Il dibattito tra queste due teorie è sempre vivo e spesso condotto su un piano non propriamente scientifico. Spesso, per esempio, le due teorie vengono prese in esame per confutare il concetto di razza nella specie umana, quando invece entrambe sono compatibili sia con il concetto di razza sia con la sua negazione. Non mancano inoltre tentativi di combinazione delle due teorie, secondo i quali nuove forme avrebbero colonizzato nuovi territori assorbendo geneticamente le popolazioni residenti. Il punto fondamentale è che il record fossile è in genere troppo frammentato nel tempo, nello spazio e nella morfologia per permettere un approccio statistico e formale che possa falsificare una teoria a favore di un'altra. In Europa le evidenze di una sostituzione sono piuttosto solide. Non vi sono attestazioni di continuità o mescolamento nella morfologia delle forme moderne e di quelle neandertaliane, e anche i processi di sviluppo sembrano distinti. Più recentemente anche i dati molecolari hanno riscontrato una sostanziale separazione della variabilità genetica tra questi due gruppi. Al contrario, in Asia le indicazioni sono più incomplete, le dinamiche del Pleistocene medio in Africa non ancora note e i dati sul continente australiano a volte contraddittori.

In questo tipo di analisi bisogna comunque tener presente che le ipotesi evoluzionistiche rappresentano modelli utili all'interpretazione di una storia che, per quanto ignota e incerta, è comunque avvenuta, ed è soprattutto unica.

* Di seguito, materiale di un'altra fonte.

/**
 * Seeds the 1× database, and the grown one as the same 1× organisation plus (growth − 1)× more, as an
 * organisation grows. Returns one line a database.
 */
async function seedAll(env, names, size, growth) {
  const lines = [];
  for (const [i, name] of names.entries()) {
    const dbEnv = { ...env, DB_NAME: name };
    await recreateDatabase(name);
    await prepareScaleDb(env, name);
    log(`Seeding ${name}: ${fmtSize(size)} ...`);
    const first = await seed(dbEnv, size);
    let seconds = first.seconds;
    let outlookSeconds = first.added.seconds.outlooks;
    let computed = first.added.computedOutlooks;
    const total = { ...size };
    if (i > 0) {
      const extra = Object.fromEntries(
        Object.entries(size).map(([k, v]) => [k, Math.round(v * (growth - 1))]),
      );
      log(`Growing ${name} to ${growth}× (${fmtSize(extra)} more) ...`);
      const grown = await seed(dbEnv, extra, [
        '--into',
        String(first.organisationId),
        '--email',
        first.ownerEmail,
        '--offset',
        String(size.enclosures),
      ]);
      seconds += grown.seconds;
      outlookSeconds += grown.added.seconds.outlooks;
      computed += grown.added.computedOutlooks;
      for (const k of Object.keys(total)) total[k] += extra[k];
    }
    // As a production database has them: statistics of the loaded tables, not of empty ones.
    await refreshStatistics(name, adminSql);
    log(
      `Seeded ${name} in ${duration(seconds * 1000)} (outlooks ${outlookSeconds.toFixed(1)} s, ` +
        `${computed.toLocaleString('en')} distinct computations).`,
    );
    lines.push({ name, size: total, seconds, outlookSeconds, computed });
  }
  return lines;
}

/** Starts the production app on one scale database, signs in as its owner; stop() ends the server. */
async function serve(life, env, name, opts) {
  const dbEnv = { ...env, DB_NAME: name };
  const org = await findOrg(dbEnv);
  log(`${name}: organisation #${org.organisationId} (${fmtSize(org.size)}).`);
  const child = await startNext(life, dbEnv, {
    port: Number(env.PORT),
    build: opts.build,
    processes: opts.processes,
    logFile: path.join(ROOT, 'test-results', `bench-scale-next-${name}.log`),
  });
  const { jar } = await signIn(env.APP_URL, org.ownerEmail, org.ownerPassword);
  return {
    org,
    jar,
    cookie: jar.header(),
    stop: async () => {
      life.services.splice(life.services.indexOf(child), 1);
      await stopProcess(child);
    },
  };
}

/**
 * `--compare=1,2`: the same routes on servers with these numbers of processes, started together on ports
 * of their own against the 1× database and measured route by route in turn, the order alternating each
 * route, so that the machine's load (shared, and drifting) weighs on each alike.
 */
async function compareProcesses(life, env, name, opts, { started, loadBefore }) {
  const servers = [];
  let port = Number(env.PORT);
  for (const processes of opts.compare) {
    port = await freePort(port + 1);
    const base = `http://localhost:${port}`;
    const sEnv = { ...env, PORT: String(port), APP_URL: base, NEXTAUTH_URL: base };
    // One build serves both (made before the first starts, unless --no-build).
    const s = await serve(life, sEnv, name, { ...opts, processes, build: opts.build && !servers.length });
    servers.push({ ...s, base, processes });
  }
  const first = servers[0];
  const routes = chosen(await routesOf(first.base, first.jar, first.org.organisationId), opts.only);
  log(
    `Measuring ${routes.length + 1} routes on ${servers.length} servers (${opts.compare.join(', ')} ` +
      `processes) in turn at ${opts.rate} req/s for ${opts.duration} s each ...`,
  );
  const rows = servers.map(() => []);
  for (const [i, route] of ['/api/health', ...routes].entries()) {
    const order = servers.map((_, k) => k);
    if (i % 2) order.reverse();
    for (const k of order) {
      const s = servers[k];
      rows[k].push(await measure(s.base, s.cookie, route, { ...opts, processes: s.processes }));
    }
  }
  const loadAfter = loadAverage();
  console.log('');
  console.log(
    `${started.toISOString()} · ${os.cpus().length} CPUs shared with other users · load average (1/5/15 min) ` +
      `${loadBefore} before, ${loadAfter} after the routes · ${opts.rate} req/s × ${opts.duration} s a route, ` +
      `/api/health alongside at ${Math.max(1, opts.rate / 4)} req/s · ${arrivalText(opts)} · each route on each server in turn`,
  );
  console.log(`organisation: ${fmtSize(first.org.size)} (${name})`);
  for (const [k, s] of servers.entries()) {
    console.log('');
    console.log(`${s.processes} server process${s.processes === 1 ? '' : 'es'}:`);
    printTable(rows[k], rows[k][0], opts.rate);
  }
  console.log(
    JSON.stringify({
      ...runConditions(started, loadBefore, loadAfter, opts),
      arrivals: opts.arrivals,
      compare: servers.map((s, k) => ({ processes: s.processes, results: rows[k] })),
    }),
  );
}

/** The routes measured again on the grown organisation: the lists whose cost must not follow its size. */
const growthRoutes = (org) => [
  '/lamp-log',
  '/lamp-log?status=replace&sort=due',
  `/api/lamps?organisationId=${org}`,
  '/enclosures',
  '/keepers',
  '/members',
  `/api/keepers?organisationId=${org}`,
];

async function main() {
  const opts = options();
  if (opts.help) {
    console.log(
      'npm run bench:scale -- [--scale=N] [--enclosures N --lamps N --readings N --designs N] [--growth=4] [--rate=20] [--duration=10] [--seed-only | --reuse] [--no-build] [--only=/enclosures,/jobs] [--processes=N | --compare=1,2] [--arrivals=even|burst]',
    );
    return;
  }
  const env = loadEnv();
  opts.processes ??= webProcesses(env.WEB_PROCESSES);
  if (!usesPrivateDb(env)) throw new Error('bench:scale seeds a database of its own on the private MariaDB');
  const life = new Lifecycle();
  life.handleSignals();
  const names = databases(env, opts.growth);
  const port = await freePort(Number(env.PORT) + 50);
  const base = `http://localhost:${port}`;
  const scaleEnv = {
    ...env,
    PORT: String(port),
    APP_URL: base,
    NEXTAUTH_URL: base,
    NEXTAUTH_SECRET: ensureSecret(),
    NEXT_DIST_DIR: BUILD_DIRS.scale,
    // A benchmark, not a check: `npx tsc --noEmit` and `npm test` check the types.
    NEXT_SKIP_TYPECHECK: '1',
    NEXT_TELEMETRY_DISABLED: '1',
    LOG_LEVEL: 'warn',
  };
  const started = new Date();
  const loadBefore = loadAverage();
  try {
    life.db = await ensureMariaDB({ port: Number(env.DB_PORT) });
    let seeded = null;
    if (opts.reuse) {
      for (const name of names) {
        await prepareScaleDb(scaleEnv, name);
        // A database seeded by an earlier version of this script may lack them.
        await refreshStatistics(name, adminSql);
      }
    } else {
      seeded = await seedAll(scaleEnv, names, opts.size, opts.growth);
    }
    if (opts.seedOnly) {
      console.log('');
      console.log(`${started.toISOString()} · load average before ${loadBefore}, after ${loadAverage()}`);
      for (const s of seeded) {
        console.log(
          `seeded ${s.name}: ${fmtSize(s.size)} in ${s.seconds.toFixed(1)} s ` +
            `(outlooks ${s.outlookSeconds.toFixed(1)} s, ${s.computed} distinct computations)`,
        );
      }
      console.log(`measure them later with: npm run bench:scale -- --reuse --growth=${opts.growth}`);
      console.log(JSON.stringify({ at: started.toISOString(), seeded }));
      return;
    }

    if (opts.compare.length) {
      await compareProcesses(life, scaleEnv, names[0], opts, { started, loadBefore });
      return;
    }

    const one = await serve(life, scaleEnv, names[0], opts);
    const org = one.org;
    const routes = chosen(await routesOf(base, one.jar, org.organisationId), opts.only);
    log(`Measuring ${routes.length + 1} routes at ${opts.rate} req/s for ${opts.duration} s each ...`);
    const baseline = await measure(base, one.cookie, '/api/health', opts);
    const rows = [baseline];
    for (const route of routes) rows.push(await measure(base, one.cookie, route, opts));
    const loadAfter = loadAverage();

    let grownRows = null;
    let grownOrg = null;
    if (names[1]) {
      await one.stop();
      const grown = await serve(life, scaleEnv, names[1], { ...opts, build: false });
      grownOrg = grown.org;
      log(`Measuring the lists again on ${names[1]} ...`);
      grownRows = [await measure(base, grown.cookie, '/api/health', opts)];
      const deep = await deepLampPages(base, grown.jar, grownOrg.organisationId);
      for (const route of chosen([...growthRoutes(grownOrg.organisationId), ...deep], opts.only)) {
        grownRows.push(await measure(base, grown.cookie, route, opts));
      }
    }

    console.log('');
    console.log(
      `${started.toISOString()} · ${os.cpus().length} CPUs shared with other users · load average (1/5/15 min) ` +
        `${loadBefore} before, ${loadAfter} after the routes · ${opts.rate} req/s × ${opts.duration} s a route, ` +
        `/api/health alongside at ${Math.max(1, opts.rate / 4)} req/s · ${arrivalText(opts)} · ${opts.processes} server ` +
        `process${opts.processes === 1 ? '' : 'es'}`,
    );
    console.log(`organisation: ${fmtSize(org.size)} (${names[0]})`);
    for (const s of seeded ?? []) {
      console.log(
        `seeding ${s.name}: ${s.seconds.toFixed(1)} s (outlooks ${s.outlookSeconds.toFixed(1)} s, ` +
          `${s.computed} distinct computations)`,
      );
    }
    if (!seeded) console.log(`seeded earlier: ${names.join(', ')} (--reuse)`);
    console.log('ratios: p50 and p99 as multiples of /api/health alone (the first row)');
    console.log('');
    printTable(rows, baseline, opts.rate);
    if (rows.some((r) => r.rps < opts.rate * 0.9)) {
      console.log(`* below 90 % of the ${opts.rate} req/s asked: saturated, latencies include queueing`);
    }
    const growth = [];
    if (grownRows) {
      console.log('');
      console.log(`load average after the grown organisation: ${loadAverage()}`);
      console.log(
        `from 1× to ${opts.growth}× the organisation (${fmtSize(grownOrg.size)}, ${names[1]}), p50 / p99 ms:`,
      );
      // The same route on both: the organisation id is the same in both databases, or compare by position.
      const sameRoute = (r) => r.replace(`=${grownOrg.organisationId}`, `=${org.organisationId}`);
      for (const more of grownRows) {
        const oneRow = rows.find((r) => r.route === sameRoute(more.route));
        const ms = (r) => (r?.requests ? `${r.p50} / ${r.p99}` : 'no answer in the run');
        const ratio =
          oneRow?.requests && more.requests
            ? ` (p50 ×${(more.p50 / Math.max(oneRow.p50, 1)).toFixed(2)}, p99 ×${(more.p99 / Math.max(oneRow.p99, 1)).toFixed(2)})`
            : '';
        console.log(
          `  ${more.route}: ${ms(oneRow)} → ${ms(more)}${ratio}, ${more.bytes} B, health max ${more.healthMax ?? '-'} ms`,
        );
        growth.push({ route: more.route, one: oneRow ?? null, grown: more });
      }
    }
    console.log(
      JSON.stringify({
        ...runConditions(started, loadBefore, loadAfter, opts),
        size: org.size,
        grownSize: grownOrg?.size ?? null,
        seeded,
        arrivals: opts.arrivals,
        processes: opts.processes,
        results: rows,
        growth,
      }),
    );
  } finally {
    await life.stop();
  }
}

main().catch((e) => {
  console.error(`bench:scale failed: ${e instanceof Error ? e.message : String(e)}`);
  process.exit(1);
});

Con l'incremento del record fossile, l'introduzione di metodologie complementari e l'approccio di paradigmi sperimentali, la paleoantropologia è oggi una disciplina scientifica a tutti gli effetti, sempre più lontana da quella componente narrativa e descrittiva che ne ha decretato da un lato la diffusione mediatica, dall'altro la frequente difficoltà di difendere le sue scoperte e trasformare i suoi contributi in patrimonio comune. Qualsiasi modello potrà utilizzare solo le informazioni e i principî parziali disponibili in un dato momento, e non può essere ritenuto né definitivo né completo. Lo scopo di questi modelli deve essere quindi quello di essere utili all'interpretazione della nostra storia passata, della nostra condizione presente e delle nostre potenzialità future.